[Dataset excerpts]
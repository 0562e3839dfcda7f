package chains

import (
	"bufio"
	"bytes"
	"encoding/binary"
	"errors"
	"fmt"
	"math"
	"math/rand/v2"
	"os"
	"path/filepath"
	"runtime"
	"strconv"
	"testing"
	"time"
)

// strconvRows is the reference text of rows: every value formatted with
// strconv.AppendFloat(b, v, 'g', -1, 64) (the standard library's shortest
// round-trip form, which doc.go specifies), comma-separated, one line per
// row.
func strconvRows(b []byte, rows ...[]float64) []byte {
	for _, r := range rows {
		for j, v := range r {
			if j > 0 {
				b = append(b, ',')
			}
			b = strconv.AppendFloat(b, v, 'g', -1, 64)
		}
		b = append(b, '\n')
	}
	return b
}

// createBatched is Create with batches of rows rows, so that tests can
// make batch boundaries fall anywhere.
func createBatched(t testing.TB, path string, columns []string, rows int) *Writer {
	t.Helper()
	h, err := header(columns)
	if err != nil {
		t.Fatal(err)
	}
	f, err := os.Create(path)
	if err != nil {
		t.Fatal(err)
	}
	if _, err := f.Write(h); err != nil {
		t.Fatal(err)
	}
	return newWriter(path, f, len(columns), int64(len(h)), rows)
}

// edgeValues are values whose text takes every branch of appendFloat and
// of strconv's 'g' format: signed zeros, the integer shortcut's limits,
// the exponent switch at 1e-4 and 1e21, subnormals, the extremes, NaN and
// the infinities.
var edgeValues = []float64{
	0, math.Copysign(0, -1), 1, -1, 999999, -999999, 1e6, -1e6, 123456.5, 1e20, 1e21, -1e21,
	1e-4, 9.999999999999999e-5, 0.1, 1.0 / 3, -2.5e-7, 1 << 53, 1<<53 + 2, -(1 << 62),
	math.SmallestNonzeroFloat64, -math.SmallestNonzeroFloat64, 2.2250738585072014e-308,
	-2.2250738585072014e-308, 2.225073858507201e-308, math.MaxFloat64, -math.MaxFloat64,
	math.Inf(1), math.Inf(-1), math.NaN(), math.Float64frombits(0x7ff8000000000001),
	math.Float64frombits(0xfff0000000000001), -14.52513370917262, 4.161803398874989,
}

■ Exercise brief ■
Count every line of the records that includes "createBatched", and give that number with no other words.

■ The answer ■
2